Wednesday, January 28, 2009

Remember the Moderates!

God Bless, David Frum.

I've always appreciated Frum, even if I don't always agree with him. He has always been an open-minded sort of fellow, a thoughtful conservative. (Plus, as a native Michigander who lived an hour from the Canadian border, I loved watching his mother, Barbara Frum on the Canadian Broadcasting newsprogram, the Journal.)

Frum has an introductory post on his website, NewMajority.com where he introduces a series of articles highlighting the forgotten history of moderates in the Republican Party.

Here is what he says about moderates:

The Republican Party tends to be most successful when it attracts moderates as well as true-believing conservatives to the tent.

There is a long, often overlooked tradition of moderates in the GOP, and moderates have been an integral component of the party throughout the century and a half since its founding in 1854. Barack Obama, in his attempt to seize the political center, surely aims to claim the Republicans’ neglected moderate heritage as his own, as evidenced by his swearing-in on Lincoln’s bible and the conscious appropriation of moderate themes in his inaugural address.

Democrats remember and honor their past champions. Republicans too often forget them
.

It means something when one of the leading conservatives in North America understands that moderates in the GOP are not "RINOs," but a long-standing wing of the GOP, that deserve respect, not derision.

He goes on to say that Geoffrey Kabaservice will be writing a series of profiles on moderates starting with Henry Stimson, a self-professed "progressive conservative." Kabaservice sums up his political philosophy:

The sort of East Coast, upper-class Republican progressivism that Roosevelt and Stimson embodied manifested itself through liberal policies undertaken for conservative reasons, social reform not necessarily motivated by social conscience.

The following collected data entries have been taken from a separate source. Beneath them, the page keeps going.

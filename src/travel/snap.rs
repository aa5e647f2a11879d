//! Attaching points to the network: each point goes to the nearest point of the nearest
//! edge, found in an R*-tree over the edges' segments (Beckmann et al. 1990, bulk-loaded by
//! `rstar`).

use rayon::prelude::*;
use rstar::primitives::{GeomWithData, Line};
use rstar::RTree;

use super::graph::TravelGraph;
use crate::error::{Error, Result};
use crate::geometry::{distance, validate_points, Point};

/// Where travel starts or ends: at a node, or part-way along an edge.
#[derive(Debug, Clone, Copy, PartialEq)]
pub enum Spot {
    /// At node `0`.
    Node(u32),
    /// On edge `edge`, at `fraction` (strictly between 0 and 1) of its length from its
    /// tail. Costs along the edge are in proportion to length (uniform speed).
    OnEdge {
        /// The edge (input row).
        edge: u32,
        /// Share of the edge's length from its tail.
        fraction: f64,
    },
}

/// A point attached to the network.
#[derive(Debug, Clone, Copy, PartialEq)]
pub struct Snap {
    /// Where travel starts or ends.
    pub spot: Spot,
    /// The edge the point went to.
    pub edge: u32,
    /// Length along the edge's shape from its tail to the attachment point.
    pub along: f64,
    /// Distance from the point to the attachment point (the off-network gap; not a cost).
    pub gap: f64,
    /// The attachment point on the edge.
    pub on_edge: Point,
}

type Segment = GeomWithData<Line<Point>, (u32, u32)>;

/// An R*-tree over every segment of every edge, built once per call.
pub struct SegmentIndex<'g> {
    graph: &'g TravelGraph,
    tree: RTree<Segment>,
}

impl<'g> SegmentIndex<'g> {
    /// The index of `graph`'s edge shapes (zero-length segments left out).
    ///
    /// # Errors
    /// [`Error::InvalidParameter`] when the graph has no geometry (edge arrays without node
    /// coordinates) or no segment of positive length.
    pub fn new(graph: &'g TravelGraph) -> Result<SegmentIndex<'g>> {
        if !graph.has_geometry() {
            return Err(Error::InvalidParameter {
                name: "points",
                reason: "the graph has no coordinates, so points cannot be attached to it; build it with node \
                         coordinates or from lines, or give node numbers"
                    .into(),
            });
        }
        let mut segments = Vec::new();
        for e in 0..graph.edge_count() {
            let line = graph.line(e).expect("graph has geometry");
            for (k, w) in line.points().windows(2).enumerate() {
                if w[0] != w[1] {
                    segments.push(GeomWithData::new(Line::new(w[0], w[1]), (e as u32, k as u32)));
                }
            }
        }
        if segments.is_empty() {
            return Err(Error::InvalidParameter {
                name: "points",
                reason: "every edge of the graph has zero length, so points cannot be attached to it".into(),
            });
        }
        Ok(SegmentIndex { graph, tree: RTree::bulk_load(segments) })
    }

    /// Attach one point.
    pub fn snap(&self, p: Point) -> Snap {
        let nearest = self.tree.nearest_neighbor(p).expect("index is not empty");
        let (edge, k) = nearest.data;
        let on_edge = nearest.geom().nearest_point(&p);
        let line = self.graph.line(edge as usize).expect("graph has geometry");
        let pts = line.points();
        let before: f64 = pts[..=k as usize].windows(2).map(|w| distance(w[0], w[1])).sum();
        let along = before + distance(pts[k as usize], on_edge);
        let length = line.length();
        let spot = if along <= 0.0 || length <= 0.0 {
            Spot::Node(self.graph.tail[edge as usize])
        } else if along >= length {
            Spot::Node(self.graph.head[edge as usize])
        } else {
            Spot::OnEdge { edge, fraction: along / length }
        };
        Snap { spot, edge, along: along.min(length), gap: distance(p, on_edge), on_edge }
    }
}

/// Attach every point of `points` to `graph`; `argument` names them in errors.
///
/// # Errors
/// [`Error::NonFiniteCoordinate`] for a bad point; [`Error::BeyondGap`] naming the first
/// point farther than `max_gap` from every edge; those of [`SegmentIndex::new`].
///
/// # Runtime
/// O(S log S) to index S segments, then O(log S) per point on average, parallel over points.
pub fn snap_points(
    graph: &TravelGraph,
    points: &[Point],
    argument: &'static str,
    max_gap: Option<f64>,
) -> Result<Vec<Snap>> {
    validate_points(argument, points, 0)?;
    if let Some(g) = max_gap {
        if !(g >= 0.0) || g.is_nan() {
            return Err(Error::InvalidParameter { name: "max_gap", reason: format!("max_gap must be >= 0; got {g}") });
        }
    }
    let index = SegmentIndex::new(graph)?;
    let snaps: Vec<Snap> = points.par_iter().with_min_len(1024).map(|&p| index.snap(p)).collect();
    if let Some(max_gap) = max_gap {
        if let Some((row, s)) = snaps.iter().enumerate().find(|(_, s)| s.gap > max_gap) {
            return Err(Error::BeyondGap { argument, row, gap: s.gap, max_gap });
        }
    }
    Ok(snaps)
}

/// Spots at given node numbers; `argument` names them in errors.
///
/// # Errors
/// [`Error::InvalidEdge`] naming the row of a node number out of range.
pub fn node_spots(graph: &TravelGraph, nodes: &[i64], argument: &'static str) -> Result<Vec<Spot>> {
    nodes
        .iter()
        .enumerate()
        .map(|(row, &v)| {
            if v < 0 || v as usize >= graph.node_count() {
                Err(Error::InvalidEdge {
                    argument,
                    row,
                    reason: format!("node {v} is out of range (there are {} nodes)", graph.node_count()),
                })
            } else {
                Ok(Spot::Node(v as u32))
            }
        })
        .collect()
}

Because Stimson and other progressives wished to preserve the social order from which they had benefited handsomely, they thought it necessary to prevent a violent working class revolution by creating a modern welfare state, much as Otto von Bismarck had done in Germany in the 1880s. The policies advocated by Roosevelt’s “New Nationalism” included government regulation of corporate power, a minimum wage, child labor laws, unemployment compensation for workers, progressive income taxes and inheritance taxes. Progressives also opposed the boss rule of corrupt (and usually Democratic) urban machines and formed Good Government Clubs (leading their detractors to mock them as “goo-goos”). Many progressives left the GOP after Roosevelt’s bolt from the 1912 convention to form the Bull Moose Party, and some never returned, but the progressive tradition survived within the Republican ranks through individuals like Stimson.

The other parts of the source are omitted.